Please return each record exactly, leaving nothing out.

Segment Open

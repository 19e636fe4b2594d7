import { CellError } from "../errors";
import type { CommonVariable, Named } from "../language";
import { parseUnit, sigmaToCanonical, toCanonical, units, type Unit } from "../quantity/unit";
import type { AxisInfo, BlockResult, BudgetResult, TrendResult } from "./results";

/** What formulas may use of a trend and of a budget. */
export const trendMembers = ["slope", "intercept", "crossing_x", "crossing_y"] as const;
export const budgetMembers = ["solved"] as const;

/**
 * A single result of a trend or budget as a quantity common to all samples; undefined for a name it does not have.
 *
 * @throws CellError where it has that result in principle and not now, with the reason
 */
export function commonOf(handle: string, result: BlockResult, member: string): Named | undefined {
  if (result.kind === "trend") return ofTrend(handle, result, member);
  if (result.kind === "budget" && member === "solved") return ofSolved(handle, result);
  return undefined;
}

function ofTrend(handle: string, result: TrendResult, member: string): Named | undefined {
  const slope = `trend:${handle}:slope`;
  const intercept = `trend:${handle}:intercept`;
  if (member === "slope" || member === "intercept") {
    if (!result.ok || result.slope === undefined || result.intercept === undefined)
      throw new CellError("no-line", `${handle} has no line, so it has no ${member}. See what ${handle} says.`);
    const scattered = result.usesScatter === true;
    const parameter = result[member];
    const sigma = (scattered ? parameter?.sigmaWithScatter : parameter?.sigma) ?? Number.NaN;
    const covariance = (scattered ? result.covarianceWithScatter : result.covariance) ?? 0;
    const [x, y] = [unitOf(result.x), unitOf(result.y)];
    if (member === "slope" && x.dimension !== y.dimension) {
      throw new CellError(
        "slope-unit",
        `${handle}.slope is in ${y.symbol} per ${x.symbol}; a formula can use a slope only where both axes have units of one kind.`,
      );
    }
    // In canonical units y/per_y = (a + b·x)/per_y: slopes scale by per_x/per_y, intercepts by 1/per_y.
    const scale = member === "slope" ? x.per / y.per : 1 / y.per;
    const otherScale = member === "slope" ? 1 / y.per : x.per / y.per;
    const sameBasis = result.x.basis === result.y.basis;
    const basis = member === "slope" && sameBasis ? null : result.y.basis;
    const variable: CommonVariable = {
      key: member === "slope" ? slope : intercept,
      label: `${member} of ${handle}`,
      value: (parameter?.value ?? Number.NaN) * scale,
      sigma: sigma * scale,
      unit: member === "slope" ? units["1"] : y,
      ...(basis === null ? {} : { basis }),
      covarianceWith: (other) => (other.key === (member === "slope" ? intercept : slope) ? covariance * scale * otherScale : 0),
      notes: [scattered ? "1σ with the scatter beyond the errors" : "1σ from the errors of the points"],
    };
    return { kind: "common", variable };
  }
  if (member === "crossing_x" || member === "crossing_y") return ofCrossing(handle, result, member);
  return undefined;
}

function ofCrossing(handle: string, result: TrendResult, member: "crossing_x" | "crossing_y"): Named {
  const { crossing } = result;
  if (crossing === undefined)
    throw new CellError("no-crossing", `${handle} has no crossing. Choose the trend it is crossed with, and see what ${handle} says.`);
  const axis = member === "crossing_x" ? "x" : "y";
  const [own, other] = axis === "x" ? [unitOf(result.x), unitOf(result.y)] : [unitOf(result.y), unitOf(result.x)];
  const { basis } = result[axis];
  const variable: CommonVariable = {
    key: `trend:${handle}:${member}`,
    label: `${axis} of the crossing of ${handle} with ${crossing.with}`,
    value: toCanonical(crossing[axis].value, own),
    sigma: sigmaToCanonical(crossing[axis].sigma ?? Number.NaN, own),
    unit: own,
    ...(basis === null ? {} : { basis }),
    covarianceWith: (variable) =>
      variable.key === `trend:${handle}:${axis === "x" ? "crossing_y" : "crossing_x"}` ? crossing.covariance / own.per / other.per : 0,
  };
  return { kind: "common", variable };
}

function ofSolved(handle: string, result: BudgetResult): Named {
  if (result.solved === undefined) throw new CellError("no-solution", `${handle} has no solved amount. See what ${handle} says.`);
  const unit = parseUnit(result.solved.unit) ?? units["1"];
  const variable: CommonVariable = {
    key: `budget:${handle}:solved`,
    label: `solved amount of ${handle}`,
    value: toCanonical(result.solved.value, unit),
    sigma: sigmaToCanonical(result.solved.sigma ?? Number.NaN, unit),
    unit,
    notes: result.solved.sigmaIs === undefined ? [] : ["Its σ is a lower bound: an input's σ is unknown."],
  };
  return { kind: "common", variable };
}

function unitOf(axis: AxisInfo): Unit {
  return parseUnit(axis.unit) ?? units["1"];
}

Segment Closed

Problem solution ::
repository 19e636fe4b2594d7
import { CellError } from "../errors";
import type { CommonVariable, Named } from "../language";
import { parseUnit, sigmaToCanonical, toCanonical, units, type Unit } from "../quantity/unit";
import type { AxisInfo, BlockResult, BudgetResult, TrendResult } from "./results";

/** What formulas may use of a trend and of a budget. */
export const trendMembers = ["slope", "intercept", "crossing_x", "crossing_y"] as const;
export const budgetMembers = ["solved"] as const;

/**
 * A single result of a trend or budget as a quantity common to all samples; undefined for a name it does not have.
 *
 * @throws CellError where it has that result in principle and not now, with the reason
 */
export function commonOf(handle: string, result: BlockResult, member: string): Named | undefined {
  if (result.kind === "trend") return ofTrend(handle, result, member);
  if (result.kind === "budget" && member === "solved") return ofSolved(handle, result);
  return undefined;
}

function ofTrend(handle: string, result: TrendResult, member: string): Named | undefined {
  const slope = `trend:${handle}:slope`;
  const intercept = `trend:${handle}:intercept`;
  if (member === "slope" || member === "intercept") {
    if (!result.ok || result.slope === undefined || result.intercept === undefined)
      throw new CellError("no-line", `${handle} has no line, so it has no ${member}. See what ${handle} says.`);
    const scattered = result.usesScatter === true;
    const parameter = result[member];
    const sigma = (scattered ? parameter?.sigmaWithScatter : parameter?.sigma) ?? Number.NaN;
    const covariance = (scattered ? result.covarianceWithScatter : result.covariance) ?? 0;
    const [x, y] = [unitOf(result.x), unitOf(result.y)];
    if (member === "slope" && x.dimension !== y.dimension) {
      throw new CellError(
        "slope-unit",
        `${handle}.slope is in ${y.symbol} per ${x.symbol}; a formula can use a slope only where both axes have units of one kind.`,
      );
    }
    // In canonical units y/per_y = (a + b·x)/per_y: slopes scale by per_x/per_y, intercepts by 1/per_y.
    const scale = member === "slope" ? x.per / y.per : 1 / y.per;
    const otherScale = member === "slope" ? 1 / y.per : x.per / y.per;
    const sameBasis = result.x.basis === result.y.basis;
    const basis = member === "slope" && sameBasis ? null : result.y.basis;
    const variable: CommonVariable = {
      key: member === "slope" ? slope : intercept,
      label: `${member} of ${handle}`,
      value: (parameter?.value ?? Number.NaN) * scale,
      sigma: sigma * scale,
      unit: member === "slope" ? units["1"] : y,
      ...(basis === null ? {} : { basis }),
      covarianceWith: (other) => (other.key === (member === "slope" ? intercept : slope) ? covariance * scale * otherScale : 0),
      notes: [scattered ? "1σ with the scatter beyond the errors" : "1σ from the errors of the points"],
    };
    return { kind: "common", variable };
  }
  if (member === "crossing_x" || member === "crossing_y") return ofCrossing(handle, result, member);
  return undefined;
}

function ofCrossing(handle: string, result: TrendResult, member: "crossing_x" | "crossing_y"): Named {
  const { crossing } = result;
  if (crossing === undefined)
    throw new CellError("no-crossing", `${handle} has no crossing. Choose the trend it is crossed with, and see what ${handle} says.`);
  const axis = member === "crossing_x" ? "x" : "y";
  const [own, other] = axis === "x" ? [unitOf(result.x), unitOf(result.y)] : [unitOf(result.y), unitOf(result.x)];
  const { basis } = result[axis];
  const variable: CommonVariable = {
    key: `trend:${handle}:${member}`,
    label: `${axis} of the crossing of ${handle} with ${crossing.with}`,
    value: toCanonical(crossing[axis].value, own),
    sigma: sigmaToCanonical(crossing[axis].sigma ?? Number.NaN, own),
    unit: own,
    ...(basis === null ? {} : { basis }),
    covarianceWith: (variable) =>
      variable.key === `trend:${handle}:${axis === "x" ? "crossing_y" : "crossing_x"}` ? crossing.covariance / own.per / other.per : 0,
  };
  return { kind: "common", variable };
}

function ofSolved(handle: string, result: BudgetResult): Named {
  if (result.solved === undefined) throw new CellError("no-solution", `${handle} has no solved amount. See what ${handle} says.`);
  const unit = parseUnit(result.solved.unit) ?? units["1"];
  const variable: CommonVariable = {
    key: `budget:${handle}:solved`,
    label: `solved amount of ${handle}`,
    value: toCanonical(result.solved.value, unit),
    sigma: sigmaToCanonical(result.solved.sigma ?? Number.NaN, unit),
    unit,
    notes: result.solved.sigmaIs === undefined ? [] : ["Its σ is a lower bound: an input's σ is unknown."],
  };
  return { kind: "common", variable };
}

function unitOf(axis: AxisInfo): Unit {
  return parseUnit(axis.unit) ?? units["1"];
}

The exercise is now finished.